If you haven’t seen (or read) Ready Player One yet, but you plan to, you might want to take your eyeballs elsewhere. My question has to do with something meant to be a Woot! Woot! kind of surprise and you’ll just spoil it for yourself. Also, this is the first post, so I’ll list my question under the spoiler tag, but no one who responds below needs to bother doing so since it’s now established. “Aye, Captain! There be spoilers ahead!” K, Spoiler: Yada Yada Yada I watched Ready Player One tonigjt. A large part of the fun of this story is the plethora of pop culture references and characters from franchises across the board. I could be wrong, but out of all these characters shown (that I recognized) , there was only 1 not true to its physical appearance in any knowing form. I’m sure by now you know who I’m talking about - it’s the MechaGodzilla in the final battle. I was pumped when he showed up, but just for a second. I wanted to enjoy it, but of course we take this more seriously than people in their right-minds. But My Question - does anyone know the reason why MG was the only character not faithful to any og material? My first inclination jumps to Toho and the difficulty obtaining licensing, but it’s kinda presumptive. I just find it interesting (and disappointing to what could have been on screen) that MG seemed to be the Only character out of hundreds where getting approval wasn’t possible, and that Toho would instead okay this Michael Bay Transformers-like MG... Might it be that Legendary has those permissions right now and they wouldn’t budge?.. I’m Very curious , if anyone happens to know. Thank ya kindly.
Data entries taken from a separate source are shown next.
impl HyperLogLog {
    pub fn new() -> HyperLogLog {
        HyperLogLog::with_precision(HYPERLOGLOG_PRECISION)
    }

    /// A sketch of `2^precision` registers (precision clamped to 4..=14).
    pub fn with_precision(precision: u32) -> HyperLogLog {
        let precision = precision.clamp(HYPERLOGLOG_MINIMUM_PRECISION, HYPERLOGLOG_PRECISION);
        HyperLogLog {
            precision,
            registers: vec![0; 1 << precision],
        }
    }

    pub fn precision(&self) -> u32 {
        self.precision
    }

    /// Bytes the registers take.
    pub fn heap_bytes(&self) -> usize {
        self.registers.len()
    }

    /// Standard error of the estimate relative to the true count, at the default precision.
    pub fn relative_standard_error() -> f64 {
        HyperLogLog::relative_standard_error_at(HYPERLOGLOG_PRECISION)
    }

    pub fn relative_standard_error_at(precision: u32) -> f64 {
        1.04 / ((1u64 << precision) as f64).sqrt()
    }

    /// Standard error of this sketch's estimate relative to the true count.
    pub fn relative_error(&self) -> f64 {
        HyperLogLog::relative_standard_error_at(self.precision)
    }

    pub fn add_hash(&mut self, hash: u64) {
        let precision = self.precision;
        let index = (hash >> (64 - precision)) as usize;
        let remaining = hash << precision;
        // position of the leftmost 1-bit among the remaining 64 - p bits, 1-based
        let rank = (remaining.leading_zeros().min(64 - precision) + 1) as u8;
        if let Some(register) = self.registers.get_mut(index) {
            if rank > *register {
                *register = rank;
            }
        }
    }

    /// This sketch at a coarser precision (the same when `precision` is not coarser).
    pub fn folded_to(&self, precision: u32) -> HyperLogLog {
        let precision = precision.clamp(HYPERLOGLOG_MINIMUM_PRECISION, self.precision);
        if precision == self.precision {
            return self.clone();
        }
        let dropped = self.precision - precision;
        let mut folded = HyperLogLog::with_precision(precision);
        for (index, &register) in self.registers.iter().enumerate() {
            if register == 0 {
                continue;
            }
            let low_bits = (index as u64) & ((1u64 << dropped) - 1);
            let rank = if low_bits != 0 {
                // the dropped bits, as the leading bits of a `dropped`-bit field
                (low_bits.leading_zeros() - (64 - dropped) + 1) as u8
            } else {
                (dropped as u8).saturating_add(register)
            };
            let target = &mut folded.registers[index >> dropped];
            if rank > *target {
                *target = rank;
            }
        }
        folded
    }

    /// Merge `other` in; when the precisions differ, the result has the coarser one.
    pub fn merge(&mut self, other: &HyperLogLog) {
        if other.precision < self.precision {
            *self = self.folded_to(other.precision);
        }
        let folded;
        let other = if other.precision > self.precision {
            folded = other.folded_to(self.precision);
            &folded
        } else {
            other
        };
        for (mine, theirs) in self.registers.iter_mut().zip(other.registers.iter()) {
            if *theirs > *mine {
                *mine = *theirs;
            }
        }
    }

    pub fn estimate(&self) -> f64 {
        let register_count = self.registers.len() as f64;
        let alpha = match self.registers.len() {
            16 => 0.673,
            32 => 0.697,
            64 => 0.709,
            _ => 0.7213 / (1.0 + 1.079 / register_count),
        };
        let mut harmonic_sum = 0.0;
        let mut zero_registers = 0usize;
        for &register in &self.registers {
            harmonic_sum += (-(register as f64)).exp2();
            if register == 0 {
                zero_registers += 1;
            }
        }
        let raw = alpha * register_count * register_count / harmonic_sum;
        if raw <= 2.5 * register_count && zero_registers > 0 {
            register_count * (register_count / zero_registers as f64).ln()
        } else {
            raw
        }
    }
}

/// Neumaier's compensated sum (Neumaier 1974, an improvement of Kahan summation; from memory),
/// so that the mean of a billion values keeps its digits.
#[derive(Clone, Copy, Debug, Default)]
pub struct CompensatedSum {
    sum: f64,
    compensation: f64,
}

impl CompensatedSum {
    pub fn add(&mut self, value: f64) {
        let total = self.sum + value;
        if self.sum.abs() >= value.abs() {
            self.compensation += (self.sum - total) + value;
        } else {
            self.compensation += (value - total) + self.sum;
        }
        self.sum = total;
    }

    pub fn merge(&mut self, other: &CompensatedSum) {
        self.add(other.sum);
        self.compensation += other.compensation;
    }

    pub fn value(&self) -> f64 {
        self.sum + self.compensation
    }
}

const FINE_BIN_COUNT: usize = 512;
/// Fine bins of the small histogram that columns of very wide files keep (512 bytes).
pub const SMALL_FINE_BIN_COUNT: usize = 64;

/// A histogram of equal, power-of-two-wide bins aligned on multiples of the width. When a value
/// falls outside the bins, the width doubles and neighbouring bins merge, so memory stays fixed
/// whatever the range. Read it back with [`DoublingHistogram::rebin`].
#[derive(Clone, Debug)]
pub struct DoublingHistogram {
    /// Bin `i` of `counts` covers `[(first_bin + i) * width, (first_bin + i + 1) * width)`.
    width: f64,
    first_bin: i64,
    counts: Vec<u64>,
    total: u64,
    /// Bins kept at once: 512, or [`SMALL_FINE_BIN_COUNT`] under a tight memory budget.
    fine_bins: usize,
}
I don't think I'm going to bother watching it but apparently in the book... Spoiler the big powerful device that helps the hero win the day is the Beta Capsule and Ultraman shows up. I've read some of the passages and the character returning the Beta Capsule to the greatful Japanese characters is cringeworthy at best. Since I found out that Ultraman isn't in the movie I'm just gonna give it a pass.
Yeah @TattooDougHardy , no Ultra Man. There were a good number of unnecessary differences from the book, but I still enjoyed it and some of the new additions were actually fun considering they were unexpected. Much does fall short, especially with so much meat condensed to a glance. I was pleasantly surprised at some of the scenes that I never thought could be done worthy by visual media tho. When that first race kicked off, I felt like like I’d just drank a whole case of TAB
I fastened my seatbelt, and enjoyed the entire damn movie. Big movies like this that I’m excited about, and that i know my daughter is as well... i have to see it twice... once by myself, and then i take her for the second round. She’s still young where she does her best to sit still but her attention span might not keep her glued into the movie... for episode 7 it was good because i got to see it twice... this method sucked for episode 8, as i was like god damn it i have to sit through this movie again. But RPO... I’m ready to see it again. Such fun!
boon, there were some minor and major liberties taken with many "imported" characters in the movie, MG was just the one you recognized. There have been at least a four major versions of him over the last 40+ years and some minor variations. The CG artists changed the design to make it work for what they were trying to accomplish in the movie, action-wise. On the other side of that fight, they did the same thing with Gundam's design.
I really need to watch a lot of this movie at half speed, or slower, to catch all the awesomeness. I was barely pulled out by the MG thing but overall it didn't bother me too much. I felt the movie was a really good adaptation. The book speaks to a specific 80's nostalgia and gamer audiences. They did a good job of giving it mass appeal, and understanding, without ruining it for those audiences, or as a movie in general. I just about lost my shit when: Spoiler I saw the back of Harryhausen's Cyclops in a wide shot though
Read the book. The book is mindblowing. Movie good but forgetable. This is one book that hits on all the marks.